The possible causes are as follows:

  • The source file does not exist.

  • The two OBS paths where data is copied are incorrect or are not in the same region.

  • Space of the training job is insufficient.

Solution

Check the following items based on the error message:

  1. Check whether the first parameter of moxing.file.copy_parallel() contains a file. If it contains no file, the error message "No files to copy" is displayed.

    • If the file exists, go to 2.

    • If the file does not exist, ignore the error and proceed with subsequent operations.

  2. Check whether the OBS path where data is copied is in the same region as the development environment or training job.

    Log in to the ModelArts management console, and view the region where ModelArts resides. Log in to OBS Console, and view the region where the OBS bucket resides. Check whether they are in the same region.

    • If they are in the same region, go to step 3.

    • If they are not in the same region, create a bucket and a folder in OBS that is in the same region as ModelArts, and upload data to the bucket.

  3. Check whether the OBS path is obs://xxx. You can check whether the OBS path exists as follows:

    mox.file.exists('obs://bucket_name/sub_dir_0/sub_dir_1')

    • If the path exists, go to 4.

    • If the path does not exist, change it to an available OBS path.

  4. Check whether the used resource is a CPU. The /cache directory of the CPU and the code directory share 10 GB. The possible cause is insufficient space.
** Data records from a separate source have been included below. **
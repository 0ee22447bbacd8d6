import { documentPartSchema } from '@shared/schemas/rail-document.schema';
import { describe, expect, it } from 'vitest';
import { inService, type ServiceState } from './in-service';
import type { PartBehaviour } from './part-behaviour';

const fault = (field: string) => expect.objectContaining({ name: 'EngineError', field });
const bare: PartBehaviour = { capacitance_F: 22e-6, esr_ohm: 0.004, esl_H: 4e-10 };
const part: PartBehaviour = {
  ...bare,
  technology: 'ceramic',
  dielectric: 'X5R',
  case: '0603',
  tolerance: 'M',
  rated_voltage_V: 6.3,
};
const state = (more: Partial<ServiceState> = {}): ServiceState => ({
  voltage_V: 3.15,
  temperature_C: 60,
  age_h: 1e5,
  capacitance: 'nominal',
  esr: 'nominal',
  esl: 'nominal',
  ...more,
});

describe('a part in service', () => {
  it('is its catalogue value times four factors that are all shown', () => {
    const values = inService(part, state());
    expect(values.factors.map((one) => one.kind)).toEqual(['bias', 'temperature', 'ageing', 'tolerance']);
    expect(values.factors.map((one) => one.factor)).toEqual([1 / 1.4, 1, 0.95, 1]);
    expect(values.capacitance_factor).toBeCloseTo(0.95 / 1.4, 14);
    expect(values.capacitance_F).toBeCloseTo((22e-6 * 0.95) / 1.4, 18);
    expect(values).toMatchObject({
      esr_ohm: 0.004,
      esl_H: 4e-10,
      esr_factor: 1,
      esl_factor: 1,
      estimated: true,
    });
    expect(values.factors[3].basis).toBe('letter M, middle');
  });

  it('takes the ends of tolerance and temperature together', () => {
    const low = inService(part, state({ capacitance: 'low' }));
    expect(low.factors.map((one) => one.factor)).toEqual([1 / 1.4, 0.85, 0.95, 0.8]);
    const high = inService(part, state({ capacitance: 'high' }));
    expect(high.factors.map((one) => one.factor)).toEqual([1 / 1.4, 1.15, 0.95, 1.2]);
    expect(low.factors[3].basis).toBe('letter M, low end');
  });

  it('lets usual tolerances of ESR and ESL stand in, marked', () => {
    const c0g: PartBehaviour = { ...bare, dielectric: 'C0G', tolerance: 'J' };
    const still = state({ temperature_C: 25, age_h: 1000 });
    expect(inService(c0g, still).estimated).toBe(false);
    expect(inService(c0g, { ...still, esr: 'high' })).toMatchObject({ esr_factor: 1.3, estimated: true });
    expect(inService(c0g, { ...still, esl: 'low' })).toMatchObject({ esl_factor: 0.8, estimated: true });
    const own = { ...c0g, esr_tolerance_percent: 50, esl_tolerance_percent: 10 };
    expect(inService(own, { ...still, esr: 'low', esl: 'high' })).toMatchObject({
      esr_ohm: 0.002,
      esl_factor: 1.1,
      estimated: false,
    });
  });

  it('takes a bare part as it stands in every corner', () => {
    for (const end of ['low', 'nominal', 'high'] as const)
      expect(inService(bare, state({ capacitance: end, esr: end, esl: end }))).toMatchObject({
        capacitance_F: 22e-6,
        esr_ohm: 0.004,
        esl_H: 4e-10,
        estimated: false,
      });
    expect(inService({ ...bare, tolerance: 'K' }, state({ capacitance: 'low' })).capacitance_factor).toBe(
      0.9,
    );
  });

  it('marks the ends of a tolerance that nobody stated', () => {
    const polymer: PartBehaviour = { ...bare, technology: 'polymer' };
    const still = state({ temperature_C: 20, age_h: 1000 });
    expect(inService(polymer, still).estimated).toBe(false);
    expect(inService(polymer, { ...still, capacitance: 'low' })).toMatchObject({
      capacitance_factor: 1,
      estimated: true,
    });
  });

  it('takes a part of a document as it is', () => {
    const fromFile = documentPartSchema.parse({
      id: 'C1',
      ...part,
      bias_curve: [
        [0, 1],
        [6.3, 0.5],
      ],
      temperature_curve: [
        [-55, 0.9],
        [25, 1],
        [85, 0.9],
        [125, 0.9],
      ],
      ageing_percent_per_decade: 1,
    });
    const values = inService(fromFile, state({ voltage_V: 6.3, temperature_C: 100 }));
    expect(values.factors.map((one) => one.factor)).toEqual([0.5, 0.9, 0.98, 1]);
    expect(values.estimated).toBe(false);
  });
});

describe('where a part in service is refused', () => {
  it.each([
    ['capacitance_F', { capacitance_F: 0 }],
    ['capacitance_F', { capacitance_F: -1e-6 }],
    ['capacitance_F', { capacitance_F: Number.NaN }],
    ['esr_ohm', { esr_ohm: -1 }],
    ['esr_ohm', { esr_ohm: Number.POSITIVE_INFINITY }],
    ['esl_H', { esl_H: Number.NaN }],
    ['tolerance', { tolerance: 'Q' }],
    ['tolerance', { tolerance: 'C' }],
    ['rated_voltage_V', { rated_voltage_V: 2.5 }],
    ['esr_tolerance_percent', { esr_tolerance_percent: 100 }],
    ['esr_tolerance_percent', { esr_tolerance_percent: -1 }],
    ['esl_tolerance_percent', { esl_tolerance_percent: Number.NaN }],
    ['ageing_percent_per_decade', { ageing_percent_per_decade: -1 }],
  ])('the field is %s for %o', (field, wrong) =>
    expect(() => inService({ ...part, ...wrong }, state())).toThrow(fault(field)),
  );

  it.each([
    ['voltage_V', { voltage_V: -1 }],
    ['temperature_C', { temperature_C: Number.NaN }],
    ['age_h', { age_h: -1 }],
  ])('the field is %s for %o', (field, wrong) =>
    expect(() => inService(part, state(wrong))).toThrow(fault(field)),
  );

  it('nothing may be left of a capacitance', () => {
    // −7500 ± 2500 ppm/K, 100 K above its reference: the low end is zero.
    const steep: PartBehaviour = { ...bare, dielectric: 'U3N' };
    const hot = state({ temperature_C: 125, capacitance: 'low' });
    expect(() => inService(steep, hot)).toThrow(fault('capacitance_F'));
    expect(inService(steep, { ...hot, capacitance: 'nominal' }).capacitance_factor).toBeCloseTo(0.25, 12);
  });
});
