import { type Band, steady } from './band';
import { BASIS } from './basis';
import type { Electrolytic } from './family';

const REFERENCE_C = 20;
/** Wet aluminium stiffens in the cold: % of the 20 °C value per kelvin below and above it. */
const ALUMINIUM_BELOW = 0.25;
const ALUMINIUM_ABOVE = 0.1;
/** ± % per kelvin either way from 20 °C; which way depends on the make, so this is a band and not a value. */
const SPREAD = { tantalum: 0.06, polymer: 0.05, film: 0.03 } as const;

/**
 * How capacitors that have neither a curve nor a code usually drift, temperature in °C. Common practice, moderate figures inside
 * what data sheets promise; always an estimate, except at 20 °C where there is nothing to estimate.
 */
export function usualDrift(kind: Electrolytic | 'film', temperature_C: number): Band {
  const rise_K = temperature_C - REFERENCE_C;
  if (rise_K === 0) return steady(1, false, BASIS.atReference);
  if (kind === 'aluminium') {
    const slope = rise_K < 0 ? ALUMINIUM_BELOW : ALUMINIUM_ABOVE;
    return steady(1 + (slope / 100) * rise_K, true, BASIS.usualDrift(kind));
  }
  const spread = (SPREAD[kind] / 100) * Math.abs(rise_K);
  return { factor: 1, low: 1 - spread, high: 1 + spread, estimated: true, basis: BASIS.usualDrift(kind) };
}
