import { describe, expect, it } from 'vitest';
import { toleranceFactors } from './tolerance';

const fault = (field: string) => expect.objectContaining({ name: 'EngineError', field });

describe('tolerance letters', () => {
  it('stand for per cent at any value', () => {
    expect(toleranceFactors('K', 1e-7)).toEqual({ low: 0.9, high: 1.1 });
    expect(toleranceFactors('m', 1e-5)).toEqual({ low: 0.8, high: 1.2 });
    expect(toleranceFactors('Z', 1e-6)).toEqual({ low: 0.8, high: 1.8 });
    expect(toleranceFactors('F', 1e-12)).toEqual({ low: 0.99, high: 1.01 });
    expect(toleranceFactors('G', 1e-12)).toEqual({ low: 0.98, high: 1.02 });
  });

  it('stand for picofarad with B, C and D, below 10 pF only', () => {
    expect(toleranceFactors('C', 5e-12).low).toBeCloseTo(0.95, 12);
    expect(toleranceFactors('B', 9.9e-12).high).toBeCloseTo(1 + 0.1 / 9.9, 12);
    for (const letter of ['B', 'C', 'D'])
      for (const value of [10e-12, 10 * 1e-12, 1e-9])
        expect(() => toleranceFactors(letter, value)).toThrow(fault('tolerance'));
  });

  it('leave something of the part', () => {
    expect(toleranceFactors('D', 0.51e-12).low).toBeGreaterThan(0);
    expect(() => toleranceFactors('D', 0.5e-12)).toThrow(fault('tolerance'));
    expect(() => toleranceFactors('C', 0.2e-12)).toThrow(fault('tolerance'));
  });

  it('are refused when unknown, and so are values that are none', () => {
    for (const letter of ['', 'A', 'KK', '±5 %'])
      expect(() => toleranceFactors(letter, 1e-6)).toThrow(fault('tolerance'));
    for (const value of [0, -1e-6, Number.NaN, Number.POSITIVE_INFINITY])
      expect(() => toleranceFactors('K', value)).toThrow(fault('capacitance_F'));
  });
});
You can run the following command in code to check the disk size:

    os.system('df -hT')

    • If disk space is sufficient, go to 5.

    • If disk space is insufficient, use GPU resources.

  5. If data fails to be copied using MoXing in a notebook instance, run the df -hT command on the Terminal page to check the space size and check whether the failure cause is insufficient space. You can use EVS to attach disks when creating a notebook instance.

If code is correct but the problem persists, submit a service ticket to get professional technical support.